◆ **The problem**:
Please tally how many lines in the entries below include the word "counted", giving only the number.

BEGIN

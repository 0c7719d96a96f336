import type {
  ForeignChange,
  RowFaultKind,
  RowsChecked,
  SealFault,
  SealsChecked,
  TrailHead,
  TrailState,
} from "../../shared/schemas/trail-check";
import {
  chainHash,
  ENTRY_FACTS,
  type EntryFacts,
  EVENT_FACTS,
  type EventFacts,
  valuesDigest,
} from "../lib/audit";
import { row, rows } from "../lib/db";
import { notFound } from "../lib/errors";

/** Seals read at once. */
const SEALS_LIMIT = 10_000;
/** Faults named at most for one table, and keys for one change; the counts are of all. */
const FAULTS_LIMIT = 100;
const KEYS_LIMIT = 5;
const CHANGES_LIMIT = 100;

const iso = (column: string) =>
  `to_char(${column} AT TIME ZONE 'UTC', 'YYYY-MM-DD"T"HH24:MI:SS.MS"Z"')`;

/** The last seal of the present organization's chain; null before the first. */
export async function trailHead(organizationId: string): Promise<TrailHead | null> {
  return row<TrailHead>(
    `SELECT number::int AS number, encode(hash, 'hex') AS hash, ${iso("sealed_at")} AS "sealedAt"
     FROM audit_seals WHERE organization_id = :organizationId ORDER BY number DESC LIMIT 1`,
    { organizationId },
  );
}

const NAMES = ["trail_insert", "trail_update", "trail_delete"];

/** What there is to check of an organization, what is not sealed, and what other database roles changed. */
export async function trailState(organizationId: string): Promise<TrailState> {
  const tail = await row<{ events: number; entries: number; since: string | null }>(
    `WITH open AS (
       SELECT 1 AS event, e.at FROM audit_events e LEFT JOIN audit_seals s ON s.event_id = e.id WHERE e.organization_id = :organizationId AND s.number IS NULL
       UNION ALL SELECT 0, n.at FROM trail_entries n LEFT JOIN audit_seals s ON s.entry_id = n.id WHERE n.organization_id = :organizationId AND s.number IS NULL)
     SELECT coalesce(sum(event), 0)::int AS events, (count(*) - coalesce(sum(event), 0))::int AS entries, ${iso("min(at)")} AS since FROM open`,
    { organizationId },
  );
  const tables = await rows<{ table: string; isWatched: boolean }>(
    `SELECT w.table_name AS table, (SELECT count(*) = 3 FROM pg_trigger t WHERE t.tgrelid = w.target AND t.tgname IN (:names) AND t.tgenabled IN ('O', 'A')) AS "isWatched"
     FROM watched_tables w ORDER BY 1`,
    { names: NAMES },
  );
  const foreign = await rows<ForeignChange>(
    `SELECT n.role_name AS "roleName", n.table_name AS table, n.operation, sum(cardinality(n.keys))::int AS rows,
       ${iso("min(n.at)")} AS "firstAt", ${iso("max(n.at)")} AS "lastAt", (array_agg(n.keys[1] ORDER BY n.id))[1:${KEYS_LIMIT}] AS keys
     FROM trail_entries n
     WHERE n.organization_id = :organizationId AND n.role_name <> session_user AND n.operation <> 'state'
       AND NOT EXISTS (SELECT 1 FROM audit_events e WHERE e.organization_id = n.organization_id AND e.transaction_id = n.transaction_id)
     GROUP BY 1, 2, 3 ORDER BY min(n.id) LIMIT ${CHANGES_LIMIT}`,
    { organizationId },
  );
  const stated = await rows<TrailState["stated"][number]>(
    `SELECT ${iso("min(n.at)")} AS at, n.role_name AS "roleName", sum(cardinality(n.keys))::int AS rows
     FROM trail_entries n WHERE n.organization_id = :organizationId AND n.operation = 'state' GROUP BY n.transaction_id, n.role_name ORDER BY min(n.id)`,
    { organizationId },
  );
  return {
    head: await trailHead(organizationId),
    tail: tail!,
    tables: tables.map(({ table }) => table),
    unwatched: tables.filter(({ isWatched }) => !isWatched).map(({ table }) => table),
    foreign,
    stated,
  };
}

interface Sealed {
  number: number;
  hash: Buffer;
  isOfEvent: boolean;
  event: EventFacts | null;
  entry: EntryFacts | null;
  salt: Buffer | null;
  isErased: boolean;
  recorded: unknown;
}

/**
 * Recomputes a stretch of an organization's chain from its events and entries. After a fault it goes on from the seal as it
 * stands, so that each is named where it is.
 */
export async function checkSeals(
  organizationId: string,
  after: number,
  limit = SEALS_LIMIT,
): Promise<SealsChecked> {
  const before = await row<{ number: number; hash: Buffer }>(
    "SELECT number::int AS number, hash FROM audit_seals WHERE organization_id = :organizationId AND number <= :after ORDER BY number DESC LIMIT 1",
    { organizationId, after },
  );
  const found = await rows<Sealed>(
    `SELECT s.number::int AS number, s.hash, s.event_id IS NOT NULL AS "isOfEvent", v.salt, v.recorded, x.event_id IS NOT NULL AS "isErased",
       CASE WHEN e.id IS NOT NULL THEN ${EVENT_FACTS} END AS event, CASE WHEN n.id IS NOT NULL THEN ${ENTRY_FACTS} END AS entry
     FROM audit_seals s LEFT JOIN audit_events e ON e.id = s.event_id LEFT JOIN audit_values v ON v.event_id = e.id
     LEFT JOIN erased_values x ON x.event_id = e.id LEFT JOIN trail_entries n ON n.id = s.entry_id LEFT JOIN trail_shapes p ON p.id = n.shape_id
     WHERE s.organization_id = :organizationId AND s.number > :after ORDER BY s.number LIMIT :limit`,
    { organizationId, after, limit },
  );
  let hash = before?.hash ?? Buffer.alloc(32);
  let expected = (before?.number ?? 0) + 1;
  let erased = 0;
  let isLinked = true;
  const faults: SealFault[] = [];
  const fault = (
    kind: SealFault["kind"],
    { event, entry }: Pick<Sealed, "event" | "entry">,
    count = 1,
  ) =>
    faults.push({
      kind,
      number: expected,
      count,
      event: event && {
        id: event.id,
        at: `${event.at.slice(0, 23)}Z`,
        action: event.action,
        subjectKind: event.subjectKind,
        subjectId: event.subjectId,
      },
      table: entry?.tableName ?? null,
    });
  for (const sealed of found) {
    const { event, entry } = sealed;
    if (sealed.number > expected) {
      fault("seal-missing", { event: null, entry: null }, sealed.number - expected);
      expected = sealed.number;
      // What the seal before was can't be known.
      isLinked = false;
    }
    const record = event ?? entry;
    if (!record) fault(sealed.isOfEvent ? "event-missing" : "entry-missing", sealed);
    else if (isLinked && !chainHash(hash, record).equals(sealed.hash)) fault("seal-broken", sealed);
    if (event) {
      // An erasure says which values it took: the rows that say so are held against the trail themselves.
      if (sealed.salt === null && sealed.isErased) erased += 1;
      else if (sealed.salt === null) fault("values-removed", sealed);
      else if (valuesDigest(sealed.salt, sealed.recorded).toString("hex") !== event.digest)
        fault("values-changed", sealed);
    }
    hash = sealed.hash;
    expected = sealed.number + 1;
    isLinked = true;
  }
  return {
    checked: found.length,
    next: found.length === limit ? found.at(-1)!.number : null,
    erased,
    faults,
  };
}

interface Shape {
  id: number;
  /** SQL of the digest over row t; null where a column of it is gone. */
  digest: string | null;
}

/**
 * Holds the rows of one table against what the trail last said of each: a row that is another, one that the trail does not
 * know, and one that it knows and that is not there.
 *
 * @throws AppError not-found: no such table is watched.
 */
export async function checkRows(organizationId: string, table: string): Promise<RowsChecked> {
  const watched = await row<{ target: string; ownerColumn: string; key: string }>(
    `SELECT quote_ident(table_name) AS target, quote_ident(owner_column) AS "ownerColumn", row_key_sql(key_columns) AS key
     FROM watched_tables WHERE table_name = :table`,
    { table },
  );
  if (!watched) throw notFound();
  const shapes = await rows<Shape>(
    `SELECT p.id, CASE WHEN p.columns <@ w.columns THEN row_digest_sql(p.columns) END AS digest
     FROM trail_shapes p JOIN watched_tables w ON w.table_name = p.table_name WHERE p.table_name = :table`,
    { table },
  );
  // Texts as the triggers write them.
  await rows(
    "SELECT set_config('timezone', 'UTC', true), set_config('datestyle', 'ISO, YMD', true), set_config('intervalstyle', 'postgres', true), set_config('extra_float_digits', '1', true), set_config('bytea_output', 'hex', true)",
  );
  const { target, ownerColumn, key } = watched;
  const digests = shapes
    .filter(({ digest }) => digest !== null)
    .map(({ id, digest }) => `WHEN ${id} THEN ${digest}`)
    .join(" ");
  const found = await rows<{ kind: RowFaultKind; key: string; faultCount: number }>(
    `WITH held AS (
       SELECT coalesce(l.key, ${key}) AS key,
         CASE WHEN l.key IS NULL THEN 'row-inserted' WHEN t.${ownerColumn} IS NULL THEN 'row-removed'
           WHEN l.digest IS DISTINCT FROM ${digests ? `CASE l.shape_id ${digests} END` : "NULL"} THEN 'row-changed' END AS kind
       FROM (SELECT * FROM ${target} WHERE ${ownerColumn} = $1::uuid) t FULL JOIN last_entries($2, $1::uuid) l ON l.key = ${key})
     SELECT kind, key, (count(*) OVER ())::int AS "faultCount" FROM held WHERE kind IS NOT NULL ORDER BY key LIMIT ${FAULTS_LIMIT}`,
    [organizationId, table],
  );
  const counted = await rows<{ count: number }>(
    `SELECT count(*)::int AS count FROM ${target} t WHERE t.${ownerColumn} = $1::uuid`,
    [organizationId],
  );
  return {
    table,
    rows: counted[0]?.count ?? 0,
    faultCount: found[0]?.faultCount ?? 0,
    faults: found.map((one) => ({ kind: one.kind, key: one.key })),
  };
}
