import type {
  AuditEventFilter,
  AuditEventView,
  NamedThing,
} from "../../shared/schemas/audit-event";
import { decodeCursor, pageFrom } from "../lib/cursor";
import { rows } from "../lib/db";
import { issue, unprocessable } from "../lib/errors";
import { type Actor, visible } from "../lib/policy";
import {
  auditPolicy,
  crewPolicy,
  findingPolicy,
  fitPolicy,
  historyPolicy,
  letterPolicy,
  mappingPolicy,
  noticePolicy,
  programmePolicy,
  protectorPolicy,
  runPolicy,
  shiftPolicy,
  signalPolicy,
  siteOfEvent,
  sitePolicy,
  surveyPolicy,
  wearingPolicy,
  workerNamePolicy,
  workerPolicy,
} from "../policies";

export type AuditEventRow = Omit<AuditEventView, "at"> & { at: Date };

/** The trail, the latest first, with the names of what its events are about and mention. */
export async function pageOfAuditEvents(actor: Actor, filter: AuditEventFilter) {
  const before = decodeCursor(filter.cursor, 1)?.[0] ?? null;
  if (before !== null && !/^\d{1,18}$/.test(String(before)))
    throw unprocessable([issue(["cursor"], "cursor-unknown")]);
  const conditions = [
    "e.organization_id = :organizationId",
    visible(auditPolicy, actor, "e"),
    before !== null && "e.id < CAST(:before AS bigint)",
    filter.subjectKind && "e.subject_kind = :subjectKind",
    filter.subjectId && "e.subject_id = :subjectId",
    filter.actorId && "e.actor_id = :actorId",
  ].filter(Boolean);
  const found = await rows<AuditEventRow>(
    `SELECT e.id::text AS id, e.at, e.actor_id AS "actorId", u.name AS "actorName", e.action, e.subject_kind AS "subjectKind",
       e.subject_id AS "subjectId", (SELECT z.time_zone FROM sites z WHERE z.id = ${siteOfEvent("e")}) AS "timeZone",
       v.recorded AS "values", s.event_id IS NOT NULL AS "isSealed"
     FROM audit_events e LEFT JOIN audit_values v ON v.event_id = e.id LEFT JOIN users u ON u.id = e.actor_id
     LEFT JOIN audit_seals s ON s.event_id = e.id
     WHERE ${conditions.join(" AND ")} ORDER BY e.id DESC LIMIT :limit`,
    {
      organizationId: actor.organizationId,
      before: before === null ? null : String(before),
      subjectKind: filter.subjectKind ?? null,
      subjectId: filter.subjectId ?? null,
      actorId: filter.actorId ?? null,
      limit: filter.limit + 1,
    },
  );
  const page = pageFrom(found, filter.limit, ({ id }) => [id]);
  return { ...page, names: await namesOf(actor, idsIn(page.rows)) };
}

/** Every id that the events are about or mention, wherever in their values it stands. */
function idsIn(events: readonly AuditEventRow[]): string[] {
  const text = JSON.stringify(events.map(({ subjectId, values }) => [subjectId, values]));
  const quoted = /"([0-9a-f]{8}(?:-[0-9a-f]{4}){3}-[0-9a-f]{12})"/g;
  return [...new Set([...text.matchAll(quoted)].map(([, id = ""]) => id))];
}

/** What ids stand for, as far as the reader may see it, in one statement. What has no name of its own says whose and when. */
async function namesOf(actor: Actor, ids: readonly string[]): Promise<NamedThing[]> {
  if (ids.length === 0) return [];
  const sees = (...conditions: string[]) => `(${conditions.join(" OR ")})`;
  const programme = (kind: string, table: string) => ({
    kind,
    from: `${table} t`,
    name: "t.name",
    condition: visible(programmePolicy, actor, "t"),
  });
  const things: {
    kind: string;
    from: string;
    name: string;
    date?: string;
    code?: string;
    condition: string;
  }[] = [
    programme("area", "areas"),
    programme("task", "tasks"),
    programme("job", "jobs"),
    programme("instrument", "instruments"),
    { kind: "site", from: "sites t", name: "t.name", condition: visible(sitePolicy, actor, "t") },
    {
      kind: "group-mapping",
      from: "group_mappings t",
      name: "t.group_name",
      condition: visible(mappingPolicy, actor, "t"),
    },
    { kind: "crew", from: "crews t", name: "t.name", condition: visible(crewPolicy, actor, "t") },
    {
      kind: "worker",
      from: "workers t",
      name: "t.name",
      condition: sees(visible(workerPolicy, actor, "t"), visible(workerNamePolicy, actor, "t")),
    },
    // Whoever reads the trail reads in it who did what: names of sign-ins are no secret there.
    { kind: "user", from: "users t", name: "t.name", condition: "TRUE" },
    {
      kind: "protector",
      from: "protector_models t",
      name: "t.name",
      condition: visible(protectorPolicy, actor, "t"),
    },
    {
      kind: "shift",
      from: "shifts t JOIN workers w ON w.id = t.worker_id",
      name: "w.name",
      date: "t.date",
      condition: visible(shiftPolicy, actor, "t"),
    },
    {
      kind: "run",
      from: "runs t LEFT JOIN workers w ON w.id = t.worker_id LEFT JOIN areas a ON a.id = t.area_id",
      name: "coalesce(w.name, a.name)",
      date: "t.date",
      condition: visible(runPolicy, actor, "t"),
    },
    {
      kind: "finding",
      from: "findings t LEFT JOIN workers w ON w.id = t.worker_id LEFT JOIN jobs j ON j.id = t.job_id LEFT JOIN instruments i ON i.id = t.instrument_id",
      name: "coalesce(w.name, j.name, i.name)",
      date: "t.last_date",
      code: "t.kind",
      condition: visible(findingPolicy, actor, "t"),
    },
    {
      kind: "notice",
      from: "notices t JOIN users u ON u.id = t.recipient_id",
      name: "u.name",
      condition: visible(noticePolicy, actor, "t"),
    },
    {
      kind: "letter",
      from: "result_letters t JOIN workers w ON w.id = t.worker_id",
      name: "w.name",
      condition: visible(letterPolicy, actor, "t"),
    },
    {
      kind: "survey",
      from: "surveys t",
      name: "t.name",
      condition: visible(surveyPolicy, actor, "t"),
    },
    {
      kind: "workplace-change",
      from: "workplace_changes t LEFT JOIN areas a ON a.id = t.area_id LEFT JOIN tasks k ON k.id = t.task_id LEFT JOIN jobs j ON j.id = t.job_id",
      name: "coalesce(a.name, k.name, j.name)",
      date: "t.happened_on",
      condition: visible(surveyPolicy, actor, "t"),
    },
    {
      kind: "time-history",
      from: "time_histories t JOIN runs r ON r.id = t.run_id LEFT JOIN workers w ON w.id = r.worker_id LEFT JOIN areas a ON a.id = r.area_id",
      name: "coalesce(w.name, a.name)",
      date: "r.date",
      condition: visible(historyPolicy, actor, "t"),
    },
    {
      kind: "history-import",
      from: "history_imports t JOIN instruments i ON i.id = t.instrument_id",
      name: "i.name",
      condition: visible(historyPolicy, actor, "t"),
    },
    {
      kind: "recording",
      from: "recordings t JOIN tasks k ON k.id = t.task_id",
      name: "k.name",
      condition: visible(historyPolicy, actor, "t"),
    },
    {
      kind: "fit-test",
      from: "fit_tests t JOIN workers w ON w.id = t.worker_id",
      name: "w.name",
      date: "t.tested_on",
      condition: visible(fitPolicy, actor, "t"),
    },
    {
      kind: "microphone-check",
      from: "microphone_checks t JOIN workers w ON w.id = t.worker_id",
      name: "w.name",
      condition: visible(fitPolicy, actor, "t"),
    },
    {
      kind: "protector-issue",
      from: "protector_issues t JOIN workers w ON w.id = t.worker_id",
      name: "w.name",
      date: "t.issued_on",
      condition: visible(fitPolicy, actor, "t"),
    },
    {
      kind: "wearing-round",
      from: "wearing_rounds t JOIN sites s ON s.id = t.site_id",
      name: "s.name",
      date: "t.seen_on",
      condition: visible(wearingPolicy, actor, "t"),
    },
    {
      kind: "warning-signal",
      from: "warning_signals t",
      name: "t.name",
      condition: visible(signalPolicy, actor, "t"),
    },
  ];
  const parts = things.map(
    ({ kind, from, name, date = "NULL::date", code = "NULL", condition }) =>
      `SELECT t.id, '${kind}' AS kind, ${name} AS name, ${date}::text AS date, ${code}::text AS code FROM ${from} WHERE t.id = ANY ($1::uuid[]) AND ${condition}`,
  );
  return rows<NamedThing>(parts.join("\nUNION ALL "), [[...ids]]);
}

END

◆ **Solution to this exercise**:
2